* **Exercise aim**
In the lines below, count those containing the word "Python" and give the number alone.

━━━━━━━━━━━━━━━━

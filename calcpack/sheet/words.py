"""Formulas in words: on one line for messages, and as they would be read aloud."""

from __future__ import annotations

from calcpack.sheet.display import System, parse_shown, show, shown_unit, with_unit
from calcpack.sheet.expression import Expression, Number, Operation, Quantity, Reference
from calcpack.sheet.symbols import read_symbol
from calcpack.sheet.unit_text import label, unit_spoken

_SIGNS = {"add": " + ", "sub": " - ", "mul": "*", "div": "/", "pow": "^"}
_RELATIONS = {"eq": " = ", "le": " <= ", "lt": " < ", "ge": " >= ", "gt": " > "}
_RANKS = {"add": 1, "sub": 1, "sum": 1, "neg": 2, "mul": 3, "div": 3, "pow": 5}


def _rank(node: Expression) -> int:
    return _RANKS.get(node.name, 6) if isinstance(node, Operation) else 6


def plain(root: Expression) -> str:
    """A formula on one line, as it could be typed.

    Examples
    --------
    >>> q, S = Reference("q", "2.01"), Reference("S", "1.02")
    >>> plain(q * S / 2 - (q - 3) ** 2)
    'q*S/2 - (q - 3)^2'
    """

    def held(node: Expression, least: int) -> str:
        return plain(node) if _rank(node) >= least else f"({plain(node)})"

    match root:
        case Number():
            return root.text
        case Quantity():
            return f"{root.text} {label(root.unit)}".strip()
        case Reference():
            return root.symbol
        case Operation(name="pi"):
            return "pi"
        case Operation(name="neg"):
            return "-" + held(root.args[0], 3)
        case Operation(name="sum"):
            return " + ".join([held(root.args[0], 1), *(held(each, 3) for each in root.args[1:])])
        case Operation(name=name) if name in _SIGNS:
            rank = _RANKS[name]
            left, right = root.args
            return held(left, rank + (name == "pow")) + _SIGNS[name] + held(right, max(rank + 1, 3))
        case Operation(name=name) if name in _RELATIONS:
            return _RELATIONS[name].join(plain(each) for each in root.args)
        case Operation():
            unit = f", {label(root.unit)}" if root.unit else ""
            return f"{root.name}({', '.join(plain(each) for each in root.args)}{unit})"
    raise TypeError(f"{root!r} is not an expression")


def shown_constant(node: Quantity, system: System) -> str:
    r"""A constant as printed: in full where somebody wrote it, rounded where it was worked out.

    Examples
    --------
    >>> for text in ("25", "12.345678901"):
    ...     print(ascii(shown_constant(Quantity(text, "kN"), "SI")))
    '25\xa0kN'
    '12.3\xa0kN'
    """
    if node.rounded:
        return show(float(node.text), node.unit, system)
    written = len(node.text.replace(".", "").strip("0")) <= 6
    if written and shown_unit(node.unit, system) == node.unit and node.unit != "1":
        return with_unit(node.text, node.unit)
    return show(float(node.text), node.unit, system, exact=written)


_SPOKEN_SIGNS = {"add": "plus", "sub": "minus", "mul": "times", "div": "over", "pow": "to the power"}
_SPOKEN_RELATIONS = {
    "eq": "equals",
    "le": "is at most",
    "lt": "is less than",
    "ge": "is at least",
    "gt": "is more than",
}
_FUNCTIONS = {
    "sqrt": "the square root of", "abs": "the size of", "min": "the least of", "max": "the greatest of",
    "sin": "the sine of", "cos": "the cosine of", "tan": "the tangent of", "atan": "the arc tangent of",
    "log": "the natural logarithm of", "exp": "the exponential of",
}  # fmt: skip


def _spoken_rank(node: Expression) -> int:
    """Words for a function do not hold together as its parentheses do."""
    if isinstance(node, Operation) and node.name not in (*_RANKS, "pi"):
        return 0 if node.name == "choose" else 4
    return _rank(node)


def spoken(root: Expression, system: System = "SI") -> str:
    """A formula as read aloud, symbols by name.

    Examples
    --------
    >>> q, m = Reference("q", "2.01"), Reference("m", "3.04")
    >>> spoken(q / 2 * (3 - m**2))
    'q over 2 times (3 minus m squared)'
    """

    def held(node: Expression, least: int) -> str:
        said = spoken(node, system)
        return said if _spoken_rank(node) >= least else f"({said})"

    match root:
        case Number():
            return root.text
        case Quantity():
            return spoken_value(shown_constant(root, system))
        case Reference():
            return read_symbol(root.symbol).spoken
        case Operation(name="pi"):
            return "pi"
        case Operation(name="neg"):
            return "minus " + held(root.args[0], 3)
        case Operation(name="sum"):
            return " plus ".join(held(each, 3) for each in root.args)
        case Operation(name="pow", arguments=(base, Number(text="2"))):
            return f"{held(base, 6)} squared"
        case Operation(name=name) if name in _SPOKEN_SIGNS:
            rank = _RANKS[name]
            left, right = root.args
            sign = _SPOKEN_SIGNS[name]
            return f"{held(left, rank + (name == 'pow'))} {sign} {held(right, max(rank + 1, 3))}"
        case Operation(name=name) if name in _SPOKEN_RELATIONS:
            left, right = root.args
            return f"{held(left, 1)} {_SPOKEN_RELATIONS[name]} {held(right, 1)}"
        case Operation(name="choose"):
            condition, then, otherwise = (spoken(each, system) for each in root.args)
            return f"{then} if {condition}, otherwise {otherwise}"
        case Operation(name="number_in" | "in_unit"):
            return f"{held(root.args[0], 3)} in {unit_spoken(root.unit)}"
        case Operation(arguments=arguments):
            inner = " and ".join(held(each, 5) for each in arguments)
            return f"{_FUNCTIONS[root.name]} {inner}"
    raise TypeError(f"{root!r} is not an expression")


def spoken_value(shown: str) -> str:
    """A printed value as read aloud.

    Examples
    --------
    >>> spoken_value("−54.0 kN·m"), spoken_value("83.56 × 10⁶ mm⁴")
    ('minus 54.0 kilonewton metres', '83.56 times 10 to the power 6 millimetres to the power 4')
    """
    number, unit = parse_shown(shown)
    digits = shown.split()[0].rstrip("°").lstrip("-\u2212")
    power = ""
    if "×" in shown:
        exponent = number.as_tuple().exponent
        ten = int(exponent) + len(digits.partition(".")[2])
        power = f" times 10 to the power {f'minus {-ten}' if ten < 0 else ten}"
    words = unit_spoken(unit)
    return f"{'minus ' if number < 0 else ''}{digits}{power}{f' {words}' if words else ''}"
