"""Formulas as data: an unchangeable tree of numbers, symbols and named operations.

Written with Python's operators on lines: ``q * S / 2 * (3 - m**2) / 3``. The tree keeps the order in
which it was written.
"""

from __future__ import annotations

import operator
import re
from collections.abc import Iterator
from dataclasses import dataclass, field
from decimal import Decimal
from typing import NoReturn

from calcpack.job.errors import CalcpackError, nearest
from calcpack.sheet.unit_text import parts

# Name of each operation and how many arguments it takes, at least and at most.
OPERATIONS: dict[str, tuple[int, int]] = {
    "add": (2, 2), "sub": (2, 2), "mul": (2, 2), "div": (2, 2), "pow": (2, 2), "neg": (1, 1),
    "sqrt": (1, 1), "abs": (1, 1), "min": (2, 40), "max": (2, 40), "sum": (1, 200),
    "sin": (1, 1), "cos": (1, 1), "tan": (1, 1), "atan": (1, 1), "log": (1, 1), "exp": (1, 1), "pi": (0, 0),
    "eq": (2, 2), "le": (2, 2), "lt": (2, 2), "ge": (2, 2), "gt": (2, 2), "choose": (3, 3),
    "number_in": (1, 1), "in_unit": (1, 1),
}  # fmt: skip
COMPARISONS = frozenset({"eq", "le", "lt", "ge", "gt"})
WITH_UNIT = frozenset({"number_in", "in_unit"})
DEEPEST = 60
LARGEST = 1000  # nodes

_DECIMAL = re.compile(r"[0-9]{1,40}(?:\.[0-9]{1,40})?")
_PRINTABLE = 9  # significant digits of a constant written as a float


class Arithmetic:
    """Anything formulas can be written with."""

    __slots__ = ()

    def as_expression(self) -> Expression:
        """The formula this stands for."""
        raise NotImplementedError

    def __add__(self, other: Term) -> Operation:
        return operation("add", self, other)

    def __radd__(self, other: int | float | Decimal | str) -> Expression:
        if isinstance(other, int) and other == 0:  # the start of Python's own sum()
            return self.as_expression()
        return operation("add", other, self)

    def __sub__(self, other: Term) -> Operation:
        return operation("sub", self, other)

    def __rsub__(self, other: Term) -> Operation:
        return operation("sub", other, self)

    def __mul__(self, other: Term) -> Operation:
        return operation("mul", self, other)

    def __rmul__(self, other: Term) -> Operation:
        return operation("mul", other, self)

    def __truediv__(self, other: Term) -> Operation:
        return operation("div", self, other)

    def __rtruediv__(self, other: Term) -> Operation:
        return operation("div", other, self)

    def __pow__(self, other: Term) -> Operation:
        return operation("pow", self, other)

    def __rpow__(self, other: Term) -> Operation:
        return operation("pow", other, self)

    def __neg__(self) -> Operation:
        return operation("neg", self)

    def __abs__(self) -> Operation:
        return operation("abs", self)

    def __le__(self, other: Term) -> Operation:
        return operation("le", self, other)

    def __lt__(self, other: Term) -> Operation:
        return operation("lt", self, other)

    def __ge__(self, other: Term) -> Operation:
        return operation("ge", self, other)

    def __gt__(self, other: Term) -> Operation:
        return operation("gt", self, other)

    def __bool__(self) -> NoReturn:
        raise CalcpackError(
            "a formula is neither true nor false",
            remedy="state a comparison with require, choose between values with choose",
        )


@dataclass(frozen=True)
class Expression(Arithmetic):
    """A formula; one of :class:`Number`, :class:`Quantity`, :class:`Reference`, :class:`Operation`."""

    @property
    def args(self) -> tuple[Expression, ...]:
        """What an operation works on; nothing for the others."""
        return ()

    @property
    def depth(self) -> int:
        """How deep the tree goes."""
        return 1

    @property
    def size(self) -> int:
        """How many nodes it has, written out."""
        return 1

    def as_expression(self) -> Expression:
        """Itself."""
        return self


@dataclass(frozen=True)
class Number(Expression):
    """A pure number, as the decimal text it is printed as."""

    text: str

    def __post_init__(self) -> None:
        if not isinstance(self.text, str) or not _DECIMAL.fullmatch(self.text):
            raise CalcpackError(f"'{str(self.text)[:40]}' is not a number", remedy="write it like 0.85")


@dataclass(frozen=True)
class Quantity(Expression):
    """A constant with a unit: written by somebody, or worked out beside the sheet and printed rounded."""

    text: str
    unit: str
    rounded: bool = False

    def __post_init__(self) -> None:
        Number(self.text)
        check_unit(self.unit)


@dataclass(frozen=True)
class Reference(Expression):
    """The value of an earlier line."""

    symbol: str
    line: str


@dataclass(frozen=True)
class Operation(Expression):
    """A named operation on formulas; ``unit`` belongs to ``number_in`` and ``in_unit`` alone."""

    name: str
    arguments: tuple[Expression, ...]
    unit: str = ""
    _depth: int = field(init=False, compare=False, repr=False)
    _size: int = field(init=False, compare=False, repr=False)

    def __post_init__(self) -> None:
        if self.name not in OPERATIONS:
            raise CalcpackError(
                f"there is no operation '{self.name[:40]}'", remedy=nearest(self.name, OPERATIONS)
            )
        least, most = OPERATIONS[self.name]
        if not least <= len(self.arguments) <= most:
            raise CalcpackError(f"'{self.name}' cannot take {len(self.arguments)} arguments")
        if self.name in WITH_UNIT:
            check_unit(self.unit)
        elif self.unit:
            raise CalcpackError(f"'{self.name}' takes no unit")
        for place, argument in enumerate(self.arguments):
            compares = isinstance(argument, Operation) and argument.name in COMPARISONS
            if compares != (self.name == "choose" and place == 0):
                raise CalcpackError(
                    "a comparison cannot be a part of a formula"
                    if compares
                    else "the first argument of 'choose' is a comparison"
                )
        object.__setattr__(self, "_depth", 1 + max((each.depth for each in self.arguments), default=0))
        object.__setattr__(self, "_size", 1 + sum(each.size for each in self.arguments))
        if self._depth > DEEPEST or self._size > LARGEST:
            raise CalcpackError("the formula is too large", remedy="work it out in several lines")

    @property
    def args(self) -> tuple[Expression, ...]:
        """What it works on."""
        return self.arguments

    @property
    def depth(self) -> int:
        """How deep the tree goes."""
        return self._depth

    @property
    def size(self) -> int:
        """How many nodes it has, written out."""
        return self._size


Term = Arithmetic | int | float | Decimal | str


def check_unit(unit: object) -> None:
    """Raise a CalcpackError unless a sheet knows the unit."""
    try:
        parts(str(unit))
    except ValueError as error:
        raise CalcpackError(str(error), remedy="write it like kN/m^2, mm or psf") from None


def expression(term: Term) -> Expression:
    """A formula from a line, a formula or a bare number.

    Raises
    ------
    CalcpackError
        It is none of these, or a float that nobody would print.

    Examples
    --------
    >>> expression(0.85), expression("1.0"), expression(-2)
    (Number(text='0.85'), Number(text='1.0'), Operation(name='neg', arguments=(Number(text='2'),), unit=''))
    >>> expression(1 / 3)
    Traceback (most recent call last):
    calcpack.job.errors.CalcpackError: 0.3333333333333333 is too long to print; write number(1) / 3, or 0.33
    """
    if isinstance(term, Arithmetic):
        return term.as_expression()
    if not isinstance(term, int | float | Decimal | str):
        try:
            term = operator.index(term)  # numpy's whole numbers
        except TypeError:
            raise CalcpackError(f"{term!r:.60} cannot be a part of a formula") from None
    if isinstance(term, bool):
        raise CalcpackError(f"{term} cannot be a part of a formula")
    if isinstance(term, str):
        return Number(term)
    decimal = Decimal(repr(float(term))) if isinstance(term, float) else Decimal(term)
    if not decimal.is_finite():
        raise CalcpackError(f"{term} cannot be a part of a formula")
    if isinstance(term, float) and len(decimal.normalize().as_tuple().digits) > _PRINTABLE:
        raise CalcpackError(
            f"{float(term)} is too long to print",
            remedy=f"write number(1) / 3, or {float(term):.2g}",
        )
    if isinstance(term, float) and decimal == decimal.to_integral_value():
        decimal = decimal.to_integral_value()
    text = format(abs(decimal), "f")
    return -Number(text) if decimal < 0 else Number(text)


def operation(name: str, *terms: Term, unit: str = "") -> Operation:
    """An operation on anything formulas are written with."""
    return Operation(name, tuple(expression(term) for term in terms), unit)


def walk(root: Expression) -> Iterator[Expression]:
    """Every node, in writing order."""
    pending = [root]
    while pending:
        node = pending.pop()
        yield node
        pending.extend(reversed(node.args))


def references(root: Expression) -> dict[str, str]:
    """Symbol -> line of everything a formula draws on, in order of appearance.

    Raises
    ------
    CalcpackError
        Two lines go by the same symbol.
    """
    found: dict[str, str] = {}
    for node in walk(root):
        if isinstance(node, Reference) and found.setdefault(node.symbol, node.line) != node.line:
            raise CalcpackError(
                f"lines {found[node.symbol]} and {node.line} are both called '{node.symbol}' in one formula",
                remedy=f"give them an index: {node.symbol}_1, {node.symbol}_2"
                if "_" not in node.symbol
                else f"give them one more index: {node.symbol},1 and {node.symbol},2",
            )
    return found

━━━━━━━━━━━━━━━━

* **Result of this exercise**
2